The BJP has regularized defection into almost open strategy
A government that rests on the strength of defected MLAs would be a mockery of everything intended by the Constitution
- Published 15.11.19, 2:28 AM
- Updated 15.11.19, 2:28 AM
- 2 mins read
The Karnataka Speaker was partly right. The Supreme Court has upheld the disqualification of the 17 members of the legislative assembly in Karnataka who, by crossing the floor — 16 of them have joined the Bharatiya Janata Party — whipped the carpet away from beneath the feet of the Janata Dal (Secular)-Congress government. Resignation does not prevent disqualification for defection. The court, however, has overturned the Speaker’s direction that the disqualified legislators would not be able to contest elections this term, that is, till 2023. The argument against the Speaker’s power to take this decision was based on a subtle distinction of terminology between two consecutive clauses in the Constitution and also the 91st amendment. So the legislators can contest in the by-elections that are expected to bring the BJP government of B.S. Yediyurappa back to power in Karnataka.

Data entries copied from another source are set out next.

/**
 * The role × endpoint matrix: every route handler (app/**\/route.ts, each exported method) and
 * every server action ('use server' module export) with the HTTP status expected for each caller.
 *
 * - endpoint-coverage.test.ts (integration) fails when an endpoint has no entry or an entry has
 *   no endpoint, by reading the source tree;
 * - tests/e2e/auth-endpoint-matrix.test.ts calls every entry as every actor against the
 *   production build at APP_URL (real sign-in through next-auth, real cookies) and compares.
 *
 * Actors: `anonymous` (no cookie), the four roles of team A, and `otherAdmin`, an admin of team B
 * who must get 404 — never 403, never data — for team A's rows. Calls run in the order of ACTORS
 * (admin last), each `request` builds its own rows when the call changes them.
 *
 * When you add an endpoint or a server action, add its entry here.
 */

import { defaultSheetInputs } from '@/lib/sheet';
import { freshCatalogueCovering, freshCatalogueImport } from '../catalogue/matrixRows';
import { EXAMPLE_AMPACITY_REQUEST, EXAMPLE_EVALUATE_REQUEST } from '@/lib/api/examples';

export const ACTORS = ['anonymous', 'viewer', 'designer', 'reviewer', 'otherAdmin', 'admin'] as const;
export type Actor = (typeof ACTORS)[number];
export type SignedInActor = Exclude<Actor, 'anonymous'>;
export type Expectation = Record<Actor, number>;

/** Rows the entries can point at; built per run by the e2e test (tests/e2e/auth-http.ts). */
export interface MatrixContext {
  teamId: string;
  otherTeamId: string;
  users: Record<SignedInActor, { id: string; email: string }>;
  /** A project of team A. */
  projectId: string;
  /** A draft sheet of team A, authored by the designer. */
  sheetId: string;
  /** A new draft sheet of team A (authored by the designer) with its current version. */
  freshSheet(): Promise<{ id: string; version: number }>;
  /** A new active member of team A. */
  freshMember(role: 'admin' | 'designer' | 'reviewer' | 'viewer'): Promise<{ id: string }>;
  /** A new open invitation of team A. */
  freshInvitation(): Promise<{ id: string }>;
  /** A name no other call uses. */
  unique(label: string): string;
}

export interface RouteRequest {
  path: string;
  body?: unknown;
  headers?: Record<string, string>;
}

export interface RouteEntry {
  kind: 'route';
  method: 'GET' | 'POST' | 'PUT' | 'PATCH' | 'DELETE';
  /** The route as the file tree names it, route groups left out: `/api/projects/[projectId]`. */
  route: string;
  expect: Expectation;
  request(ctx: MatrixContext, actor: Actor): RouteRequest | Promise<RouteRequest>;
  /** Optional check of the answer body (team isolation of lists): returns what is wrong, or null. */
  check?(body: unknown, actor: Actor, ctx: MatrixContext): string | null;
}

export interface ActionEntry {
  kind: 'action';
  /** The 'use server' module, relative to the repository root. */
  file: string;
  name: string;
  expect: Expectation;
  /** The action's arguments (FormData allowed), encoded as React's client would encode them. */
  args(ctx: MatrixContext, actor: Actor): unknown[] | Promise<unknown[]>;
  /** Optional check of the answer (e.g. where redirect() pointed): returns what is wrong, or null. */
  check?(answer: { status: number; redirect: string | null; text: string }, actor: Actor, ctx: MatrixContext): string | null;
}

export type MatrixEntry = RouteEntry | ActionEntry;

export function entryKey(entry: MatrixEntry): string {
  return entry.kind === 'route' ? `${entry.method} ${entry.route}` : `action ${entry.file}#${entry.name}`;
}

const everyone = (status: number): Expectation => ({ anonymous: status, viewer: status, designer: status, reviewer: status, otherAdmin: status, admin: status });
const signedIn = (anonymous: number, rest: Omit<Expectation, 'anonymous'>): Expectation => ({ anonymous, ...rest });

/** Fails when an answer lists a row of team A to the admin of team B. */
function noTeamARows(field: string, idOf: (ctx: MatrixContext) => string) {
  return (body: unknown, actor: Actor, ctx: MatrixContext): string | null => {
    if (actor !== 'otherAdmin') return null;
    const list = (body as Record<string, unknown> | null)?.[field];
    if (!Array.isArray(list)) return `expected a list in "${field}"`;
    return list.some((row) => (row as { id?: string }).id === idOf(ctx)) ? `team A's row ${idOf(ctx)} is listed to team B` : null;
  };
}

function formData(fields: Record<string, string>): FormData {
  const form = new FormData();
  for (const [name, value] of Object.entries(fields)) form.set(name, value);
  return form;
}

const BOGUS_LINK_TOKEN = 'A'.repeat(43);

/** One draft schedule of team A per run (no file yet), created directly in the database. */
const scheduleOfTeamA = new Map<string, Promise<string>>();
function teamASchedule(ctx: MatrixContext): Promise<string> {
  let pending = scheduleOfTeamA.get(ctx.teamId);
  if (!pending) {
    pending = import('@/db/queries/schedules').then(async ({ createSchedule }) => (await createSchedule(ctx.teamId, ctx.users.designer.id, { projectId: ctx.projectId, name: ctx.unique('matrix schedule') })).id);
    scheduleOfTeamA.set(ctx.teamId, pending);
  }
  return pending;
}

/**
 * Team API tokens for the /api/v1 rows, made once per run. The API takes tokens, not sessions (the
 * signed-in actors' cookies ride along and open nothing), so there the actors stand for token holders:
 * anonymous → no token (401); viewer → team A's read-only token (403 on calculations); designer → team
 * A's calc-only token (403 on the read endpoint); reviewer → team A's revoked token (401); otherAdmin →
 * team B's own read+calc token (200: a calculation touches no team's rows); admin → no token, only the
 * admin's session cookie (401).
 */
const v1TokensOfRun = new Map<string, Promise<Partial<Record<Actor, string>>>>();
function v1Tokens(ctx: MatrixContext): Promise<Partial<Record<Actor, string>>> {
  let pending = v1TokensOfRun.get(ctx.teamId);
  if (!pending) {
    pending = Promise.all([import('@/server/apiTokens/manage'), import('@/db/queries/apiTokens')]).then(async ([{ createTeamApiToken }, { revokeApiToken }]) => {
      const make = (teamId: string, by: string, scopes: ('read' | 'calc')[]) => createTeamApiToken(teamId, by, { name: ctx.unique('matrix token'), scopes });
      const readOnly = await make(ctx.teamId, ctx.users.admin.id, ['read']);
      const calcOnly = await make(ctx.teamId, ctx.users.admin.id, ['calc']);
      const revoked = await make(ctx.teamId, ctx.users.admin.id, ['read', 'calc']);
      await revokeApiToken(ctx.teamId, ctx.users.admin.id, revoked.id);
      const teamB = await make(ctx.otherTeamId, ctx.users.otherAdmin.id, ['read', 'calc']);
      return { viewer: readOnly.token, designer: calcOnly.token, reviewer: revoked.token, otherAdmin: teamB.token };
    });
    v1TokensOfRun.set(ctx.teamId, pending);
  }
  return pending;
}
async function v1Request(ctx: MatrixContext, actor: Actor, path: string, body?: unknown): Promise<RouteRequest> {
  const token = (await v1Tokens(ctx))[actor];
  return { path, body, headers: token ? { authorization: `Bearer ${token}` } : undefined };
}

/** A fresh active API token of team A, to revoke. */
async function freshApiToken(ctx: MatrixContext): Promise<string> {
  const { createTeamApiToken } = await import('@/server/apiTokens/manage');
  return (await createTeamApiToken(ctx.teamId, ctx.users.admin.id, { name: ctx.unique('matrix revoke'), scopes: ['calc'] })).id;
}

/** A fresh read-only link to team A's matrix sheet (made by the designer), for the rows that revoke or open one. */
async function freshShare(ctx: MatrixContext): Promise<{ id: string; token: string }> {
  const { createShare } = await import('@/db/queries/shares');
  const share = await createShare(ctx.teamId, ctx.users.designer.id, ctx.sheetId, { expiresInDays: 1 });
  if (!share) throw new Error('the matrix sheet of team A was not found');
  return share;
}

The disqualification cannot be seen, in this case at least, as a penalty. To prevent what may appear as an anomaly to many, certain rules need to be clarified. What is the Speaker’s time limit to decide on legislators’ disqualification — history shows wild variations — and a governor’s to invite a party to show it can form a government? What order should a governor follow in calling parties to demonstrate this ability? Playing about with time is a function of bias, something from which both Speaker and governor should be free. Strict rules could help prevent the total disappearance of moral and ethical principles from Indian politics. When elected legislators cross the floor, they display an insulting indifference to the voter’s choice. Defection is prompted by substantial material advances and rewards — an old trick that the BJP has regularized into almost open strategy. The party aims to seize power the moment it has a foothold in a state — in Meghalaya it got two seats — whether by luring away Opposition legislators or ensuring that the governor, instead of the single largest party, calls the BJP with parties with which it has suddenly formed a coalition to form the government. A BJP government in Karnataka brought in on the strength of defected legislators would be a shameless mockery of everything intended by the Constitution or by the spirit of democracy or of fairness. The Congress has appealed to the prime minister. But ethics may prove difficult to recover.